Common Mistakes & Pitfalls

  1. Mismatched Limits and Variables:

    • Mistake: Setting up an integral as $\int_a^b (Right - Left) \, dy$ but using $x$-values for the limits $a$ and $b$.
    • Correction: If your differential is $dy$, your limits must be $y$-coordinates.

  2. Order of Subtraction:

    • Mistake: Calculating Bottom - Top or Left - Right.
    • Correction: This yields a negative area. Area between curves is geometric and must be positive.

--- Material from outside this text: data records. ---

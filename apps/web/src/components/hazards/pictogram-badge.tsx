import { ghsPictograms, type GhsCode } from '@lotwise/shared';
import { TapHint } from '../ui/tap-hint';
import { PictogramSymbol } from './pictogram-symbols';

/** `GHS02 Flame: Flammable` — the words every pictogram travels with. */
export function pictogramText(code: GhsCode): string {
  const { symbol, meaning } = ghsPictograms[code];
  return `${code} ${symbol}: ${meaning}`;
}

/**
 * A GHS pictogram with its code always visible. Compact badges keep the symbol name and
 * meaning as screen-reader text, and show it on a tap (or hover); large ones show everything.
 */
export function PictogramBadge({ code, size = 'sm' }: { code: GhsCode; size?: 'sm' | 'lg' }) {
  const { symbol, meaning } = ghsPictograms[code];
  if (size === 'lg') {
    return (
      <span className="flex items-start gap-3 rounded-lg border border-ink-200 bg-white p-3">
        <PictogramSymbol code={code} size={60} className="shrink-0" />
        <span className="flex flex-col">
          <span className="text-xs font-semibold tracking-wide text-ink-600 tabular-nums">
            {code}
          </span>
          <span className="font-semibold text-ink-900">{symbol}</span>
          <span className="text-sm leading-5 text-ink-700">{meaning}</span>
        </span>
      </span>
    );
  }
  return (
    <span className="inline-flex">
      <TapHint
        hint={pictogramText(code)}
        srText={`${symbol}: ${meaning}`}
        className="inline-flex items-center gap-0.5 border border-ink-200 bg-white py-px pr-1 pl-px"
      >
        <PictogramSymbol code={code} size={22} />
        <span className="text-xs font-medium text-ink-700 tabular-nums">{code}</span>
      </TapHint>
    </span>
  );
}

/** The pictograms of one chemical as a list (or a plain "none" note). */
export function PictogramList({
  codes,
  size = 'sm',
}: {
  codes: readonly GhsCode[];
  size?: 'sm' | 'lg';
}) {
  if (codes.length === 0) {
    return <span className="text-sm text-ink-600">No pictograms recorded</span>;
  }
  return (
    <ul
      aria-label="GHS pictograms"
      className={
        size === 'lg' ? 'grid gap-2 sm:grid-cols-2 xl:grid-cols-3' : 'flex flex-wrap gap-1'
      }
    >
      {codes.map((code) => (
        <li key={code}>
          <PictogramBadge code={code} size={size} />
        </li>
      ))}
    </ul>
  );
}
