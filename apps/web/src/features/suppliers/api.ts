import {
  keepPreviousData,
  queryOptions,
  useMutation,
  useQuery,
  useQueryClient,
} from '@tanstack/react-query';
import {
  catalogItemSchema,
  pageSchema,
  supplierPageSchema,
  supplierSchema,
  type CatalogItemCreate,
  type CatalogItemPatch,
  type SupplierCreate,
  type SupplierPatch,
} from '@lotwise/shared';
import { api, withQuery } from '../../lib/api-client';

/** Exactly what a supplier list request asks the server; it is also the cache key. */
export interface SupplierListParams {
  q: string;
  sort: string;
  page: number;
  pageSize: number;
  archived?: 'true' | 'false';
}

/** Exactly what a catalogue list request asks the server; it is also the cache key. */
export interface CatalogListParams {
  q: string;
  sort: string;
  page: number;
  pageSize: number;
  supplierId?: number;
  chemicalId?: number;
  discontinued?: 'true' | 'false';
}

export const supplierKeys = {
  all: ['suppliers'] as const,
  lists: () => [...supplierKeys.all, 'list'] as const,
  list: (params: SupplierListParams) => [...supplierKeys.lists(), params] as const,
  detail: (id: number) => [...supplierKeys.all, 'detail', id] as const,
};

export const catalogKeys = {
  all: ['catalog-items'] as const,
  lists: () => [...catalogKeys.all, 'list'] as const,
  list: (params: CatalogListParams) => [...catalogKeys.lists(), params] as const,
};

const catalogPageSchema = pageSchema(catalogItemSchema);

export const suppliersQueryOptions = (params: SupplierListParams) =>
  queryOptions({
    queryKey: supplierKeys.list(params),
    queryFn: ({ signal }) =>
      api.get(withQuery('/api/suppliers', { ...params }), supplierPageSchema, signal),
    placeholderData: keepPreviousData,
  });

export function useSuppliers(params: SupplierListParams) {
  return useQuery(suppliersQueryOptions(params));
}

export function useSupplier(id: number) {
  return useQuery({
    queryKey: supplierKeys.detail(id),
    queryFn: ({ signal }) => api.get(`/api/suppliers/${id}`, supplierSchema, signal),
  });
}

export function useCatalogItems(params: CatalogListParams) {
  return useQuery({
    queryKey: catalogKeys.list(params),
    queryFn: ({ signal }) =>
      api.get(withQuery('/api/catalog-items', { ...params }), catalogPageSchema, signal),
    placeholderData: keepPreviousData,
  });
}

/** Suppliers and catalogue change together (counts, names): refresh both after a write. */
function useRefresh() {
  const queryClient = useQueryClient();
  return () =>
    Promise.all([
      queryClient.invalidateQueries({ queryKey: supplierKeys.all }),
      queryClient.invalidateQueries({ queryKey: catalogKeys.all }),
    ]);
}

export function useCreateSupplier() {
  const refresh = useRefresh();
  return useMutation({
    mutationFn: (body: SupplierCreate) => api.post('/api/suppliers', body, supplierSchema),
    onSuccess: refresh,
  });
}

export function useUpdateSupplier(id: number) {
  const refresh = useRefresh();
  return useMutation({
    mutationFn: (patch: SupplierPatch) => api.patch(`/api/suppliers/${id}`, patch, supplierSchema),
    onSuccess: refresh,
  });
}

export function useDeleteSupplier(id: number) {
  const queryClient = useQueryClient();
  return useMutation({
    mutationFn: () => api.delete(`/api/suppliers/${id}`),
    onSuccess: async () => {
      queryClient.removeQueries({ queryKey: supplierKeys.detail(id) });
      await queryClient.invalidateQueries({ queryKey: supplierKeys.lists() });
    },
  });
}

export function useSaveCatalogItem(id: number | null) {
  const refresh = useRefresh();
  return useMutation({
    mutationFn: (body: CatalogItemCreate | CatalogItemPatch) =>
      id === null
        ? api.post('/api/catalog-items', body, catalogItemSchema)
        : api.patch(`/api/catalog-items/${id}`, body, catalogItemSchema),
    onSuccess: refresh,
  });
}

export function useUpdateCatalogItem() {
  const refresh = useRefresh();
  return useMutation({
    mutationFn: ({ id, patch }: { id: number; patch: CatalogItemPatch }) =>
      api.patch(`/api/catalog-items/${id}`, patch, catalogItemSchema),
    onSuccess: refresh,
  });
}

export function useDeleteCatalogItem() {
  const refresh = useRefresh();
  return useMutation({
    mutationFn: (id: number) => api.delete(`/api/catalog-items/${id}`),
    onSuccess: refresh,
  });
}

If you get a negative answer, you likely swapped the functions.

  3. Thinking Intersection Points are Always Limits:

    • Mistake: Assuming integration always stops at intersection points.
    • Correction: Intersection points define the enclosed region, but ensure you integrate across the entire shaded region requested.

  4. Forgetting to Split:

    • Mistake: Integrating straight from $a$ to $b$ when the curves cross in the middle.
    • Correction: Always check if $f(x) - g(x)$ changes sign within the interval. If it does, split the integral.

  5. Calculator Errors:

    • Mistake: Entering $x$ variables when evaluating a function of $y$ numerically.
    • Correction: The calculator doesn't care about the variable name. You can type $X$ for your independent variable even if the problem is in $y$, as long as limits and functions are consistent.